BACKGROUND: Before getting into what our courts have recently said, let’s recall the role of initiative, referendum and recall in Arizona history. The Supreme Court set out that history in Bennett v. Napolitano in 2003. The Arizona Constitutional Convention of 1910 added all three to the draft constitution that would go into effect if Arizona became a state. President Howard Taft – who later became the Chief Justice for the U.S. Supreme Court(!) - detested judiciary recall. He vetoed the resolution for Arizona’s statehood. In August 1911, Congress passed another resolution admitting Arizona to the Union only if the recall of judges was removed from its constitution. In January 1912, Arizona voters removed the recall of judges from the constitution. Arizona became a state on February 14, 1912, when Pres. Taft signed the resolution making Arizona the 48th state.

Arizonans promptly voted to amend the new constitution to reinsert the recall of judges at the November 1912 election. For about 80 years, the will of the people as expressed in their votes on initiatives and referenda was mostly given deference by the elected legislators. That ended in the 1990s

Several medical marijuana initiatives were passed and then gutted by the legislature and the governor. The proponents of those initiatives brought the substantive issue back with yet another initiative and paired it with an initiative called the Voter Protection Act which was passed by the voters in 1998. It protected initiatives and referenda passed by the voters from being amended without a 3/4s vote of the Legislature and allowed only amendments that furthered the purpose of the passed measures.
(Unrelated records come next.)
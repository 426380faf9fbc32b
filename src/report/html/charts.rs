//! The comparison report's charts, each described by plain data
//! ([`ChartSpec`]) and drawn by one function for any plotters backend, so the
//! same chart becomes inline SVG for the page and a PNG file beside it.

use std::path::Path;

use plotters::coord::Shift;
use plotters::element::DashedPathElement;
use plotters::prelude::*;
use plotters::style::text_anchor::{HPos, Pos, VPos};

use crate::output::{finish_atomic, temp_sibling};
use crate::plot::{ensure_fonts, series_colour, FONT, GRID, INK, PAPER, SHADE};
use crate::polar::plot::{render_polar_chart, PolarChart};
use crate::polar::ZoneSize;

/// One line of a line chart.
#[derive(Clone, Debug)]
pub struct Line {
    /// Legend text.
    pub label: String,
    /// Colour.
    pub colour: RGBColor,
    /// Dashed (envelope runs).
    pub dashed: bool,
    /// Points (x, y), x ascending; a non-finite y breaks the line there.
    pub points: Vec<(f64, f64)>,
}

/// One panel of a line chart.
#[derive(Clone, Debug)]
pub struct Panel {
    /// Panel heading.
    pub title: String,
    /// Lines.
    pub lines: Vec<Line>,
}

/// Line charts: echograms (one panel per variant) and decay curves.
#[derive(Clone, Debug)]
pub struct LineChart {
    /// Title.
    pub title: String,
    /// x axis text.
    pub x_desc: String,
    /// y axis text.
    pub y_desc: String,
    /// x range.
    pub x_range: (f64, f64),
    /// y range.
    pub y_range: (f64, f64),
    /// Decimals of the x and y tick labels.
    pub decimals: (usize, usize),
    /// Panels, stacked.
    pub panels: Vec<Panel>,
}

/// One bar: a run's value in one group.
#[derive(Clone, Copy, Debug)]
pub struct Bar {
    /// Value, display unit.
    pub value: f64,
    /// k standard errors, display unit.
    pub noise: Option<f64>,
    /// Half a JND, display unit.
    pub half_jnd: Option<f64>,
}

/// Grouped bars: one group per band (and the single number), one bar per run.
#[derive(Clone, Debug)]
pub struct BarChart {
    /// Title.
    pub title: String,
    /// y axis text.
    pub y_desc: String,
    /// Group labels.
    pub groups: Vec<String>,
    /// Series (runs): label and colour.
    pub series: Vec<(String, RGBColor)>,
    /// `bars[group][series]`, `None` where undefined.
    pub bars: Vec<Vec<Option<Bar>>>,
}

/// Materials on the scattering–diffusion plane.
#[derive(Clone, Debug)]
pub struct PlaneMaterial {
    /// Legend text.
    pub label: String,
    /// Colour.
    pub colour: RGBColor,
    /// (s, d, band label) per band with a diffusion coefficient.
    pub points: Vec<(f64, f64, String)>,
    /// Whether to write band labels beside the points.
    pub labelled: bool,
    /// Envelope ranges (s, least even d, most even d), for s-only materials.
    pub envelope: Vec<(f64, f64, f64)>,
}

/// d against s: the bound, the bounded law's reachable region, every material.
#[derive(Clone, Debug)]
pub struct PlaneChart {
    /// Title.
    pub title: String,
    /// Arc the bound is taken on.
    pub zone: ZoneSize,
    /// (s, least even d, most even d) on a grid of s, for the reachable region.
    pub reachable: Vec<(f64, f64, f64)>,
    /// Materials.
    pub materials: Vec<PlaneMaterial>,
}

/// Any chart of the report.
#[derive(Clone, Debug)]
pub enum ChartSpec {
    /// Lines.
    Lines(LineChart),
    /// Bars.
    Bars(BarChart),
    /// The scattering–diffusion plane.
    Plane(PlaneChart),
    /// A polar response chart ([`crate::polar::plot`]).
    Polar(PolarChart),
}

/// A chart with its file stem and size.
#[derive(Clone, Debug)]
pub struct Chart {
    /// File stem of the PNG, also the figure's id.
    pub name: String,
    /// Size, px.
    pub size: (u32, u32),
    /// What to draw.
    pub spec: ChartSpec,
}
The Constitution allows the passage of statutes governing the details of implementing initiative and referendum. Many legislators have bristled at the voters’ use of their powers to legislate by initiative or referendum, especially since the Voter Protection Act made it so difficult to amend such statutes. Therefore, under the general notion of protecting the integrity of the initiative and referendum processes, many highly technical requirements have been enacted. 

Such requirements have resulted in abundant litigation over technicalities having nothing to do with the core issues of whether an initiative or referendum has sufficient signatures, is timely, proper and the like. Issues such as circulator qualifications, paid circulators, font size, adequacy of the 100-word summary, etc. have predominated.

NOW: When does a regulation of the process become an infringement on the cherished right to initiative and referendum?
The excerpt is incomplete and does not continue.